Correlation Between BSIG Old and Standard Life

Specify exactly 2 symbols:
Can any of the company-specific risk be diversified away by investing in both BSIG Old and Standard Life at the same time? Although using a correlation coefficient on its own may not help to predict future stock returns, this module helps to understand the diversifiable risk of combining BSIG Old and Standard Life into the same portfolio, which is an essential part of the fundamental portfolio management process.
By analyzing existing cross correlation between BSIG Old and Standard Life Aberdeen, you can compare the effects of market volatilities on BSIG Old and Standard Life and check how they will diversify away market risk if combined in the same portfolio for a given time horizon. You can also utilize pair trading strategies of matching a long position in BSIG Old with a short position of Standard Life. Check out your portfolio center. Please also check ongoing floating volatility patterns of BSIG Old and Standard Life.

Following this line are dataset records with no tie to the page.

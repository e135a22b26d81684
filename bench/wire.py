"""The byte level of a connection: what every wire (VISA session, serial port, TCP socket) offers.

A :class:`ByteTransport` moves bytes and nothing else: write bytes, read until a terminator,
read exactly n bytes, discard what is in flight, close. Every call takes its deadline in seconds.
Line and IEEE 488.2 block framing sit on top of it (:mod:`bench.framing`), and the address
scheme picks the wire (:mod:`bench.transports`). Foreign errors never leave a wire: they become
:class:`~bench.errors.TransportError` (or :class:`~bench.errors.ReplyTimeoutError`) with
``raise ... from exc``.

:class:`ScriptedByteTransport` is a wire for tests: it records every byte written and answers
from a script, so framing and drivers can be tested byte for byte without a socket.
"""

from __future__ import annotations

from collections.abc import Callable
from dataclasses import dataclass
from typing import Protocol

from bench.errors import ReplyTimeoutError, TransportError

__all__ = ["ByteTransport", "ScriptedByteTransport", "TransportSettings", "reply_timeout"]


@dataclass(frozen=True)
class TransportSettings:
    """How to open a connection (from the instrument profile and the bench file).

    Attributes
    ----------
    timeout_s : float
        Default deadline for one reply, seconds.
    open_timeout_s : float
        Deadline for opening the connection, seconds.
    read_termination, write_termination : str
        Line terminators.
    baudrate : int
        Serial ports only, bit/s.
    """

    timeout_s: float = 5.0
    open_timeout_s: float = 5.0
    read_termination: str = "\n"
    write_termination: str = "\n"
    baudrate: int = 115200


class ByteTransport(Protocol):
    """A byte wire to one instrument (see the module docstring). Timeouts are seconds."""

    address: str

    def write(self, data: bytes, timeout_s: float) -> None:
        """Send all of ``data``."""

    def read_until(self, terminator: bytes, timeout_s: float) -> bytes:
        """Bytes up to and including ``terminator`` (or up to the end of a VISA message)."""

    def read_exact(self, count: int, timeout_s: float) -> bytes:
        """Exactly ``count`` bytes."""

    def clear(self) -> None:
        """Discard whatever is in flight from the instrument (best effort, never raises)."""

    def close(self) -> None:
        """Close the connection (never raises)."""


def reply_timeout(address: str, what: str, timeout_s: float, partial: bytes) -> ReplyTimeoutError:
    """A :class:`ReplyTimeoutError` that keeps the bytes that did arrive as ``.partial``."""
    tail = f" (received so far: {partial[:40]!r})" if partial else ""
    error = ReplyTimeoutError(f"{address}: {what} within {timeout_s:g} s{tail}")
    error.partial = partial
    return error


class ScriptedByteTransport:
    """An in-memory wire for tests: records what is written, answers from a script.

    Parameters
    ----------
    answer : callable
        ``answer(message) -> bytes | None``, called for every complete message written (the
        bytes before ``write_termination``, decoded as ASCII). The returned bytes are queued as
        they are, terminator and all; None queues nothing.
    address : str
        Name used in messages.
    write_termination : bytes
        Ends one written message.

    Attributes
    ----------
    written : bytearray
        Every byte written, in order.
    messages : list of str
        Every message written, without its terminator.

    Notes
    -----
    A read that asks for more than is queued fails at once with :class:`ReplyTimeoutError` (what
    a real wire does when the deadline passes), keeping the queued bytes for the next read.
    """

    def __init__(self, answer: Callable[[str], bytes | None], address: str = "scripted",
                 write_termination: bytes = b"\n") -> None:
        self.address = address
        self.written = bytearray()
        self.messages: list[str] = []
        self.closed = False
        self._answer = answer
        self._term = write_termination
        self._pending = bytearray()
        self._incoming = bytearray()

    def write(self, data: bytes, timeout_s: float) -> None:
        """Record ``data``; answer every complete message in it."""
        if self.closed:
            raise TransportError(f"{self.address}: write on a closed connection")
        self.written.extend(data)
        self._pending.extend(data)
        while self._term and self._term in self._pending:
            message, _, rest = bytes(self._pending).partition(self._term)
            self._pending = bytearray(rest)
            self.messages.append(message.decode("ascii"))
            reply = self._answer(self.messages[-1])
            if reply is not None:
                self._incoming.extend(reply)

    def feed(self, data: bytes) -> None:
        """Queue bytes as if the instrument had sent them unasked."""
        self._incoming.extend(data)

    def read_until(self, terminator: bytes, timeout_s: float) -> bytes:
        """Queued bytes up to and including ``terminator``."""
        index = self._incoming.find(terminator) if terminator else len(self._incoming) - 1
        if index < 0 or not self._incoming:
            raise reply_timeout(self.address, f"no {terminator!r}", timeout_s, bytes(self._incoming))
        return self._take(index + max(len(terminator), 1))

    def read_exact(self, count: int, timeout_s: float) -> bytes:
        """Exactly ``count`` queued bytes."""
        if len(self._incoming) < count:
            raise reply_timeout(self.address, f"not {count} bytes", timeout_s, bytes(self._incoming))
        return self._take(count)

    def _take(self, count: int) -> bytes:
        out = bytes(self._incoming[:count])
        del self._incoming[:count]
        return out

    def clear(self) -> None:
        """Forget every queued byte."""
        self._incoming.clear()

    def close(self) -> None:
        """Mark the wire closed."""
        self.closed = True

Diversification Opportunities for BSIG Old and Standard Life

0.0
  Correlation Coefficient

Pay attention - limited upside

The 3 months correlation between BSIG and Standard is 0.0. Overlapping area represents the amount of risk that can be diversified away by holding BSIG Old and Standard Life Aberdeen in the same portfolio, assuming nothing else is changed. The correlation between historical prices or returns on Standard Life Aberdeen and BSIG Old is a relative statistical measure of the degree to which these equity instruments tend to move together. The correlation coefficient measures the extent to which returns on BSIG Old are associated (or correlated) with Standard Life. Values of the correlation coefficient range from -1 to +1, where. The correlation of zero (0) is possible when the price movement of Standard Life Aberdeen has no effect on the direction of BSIG Old i.e., BSIG Old and Standard Life go up and down completely randomly.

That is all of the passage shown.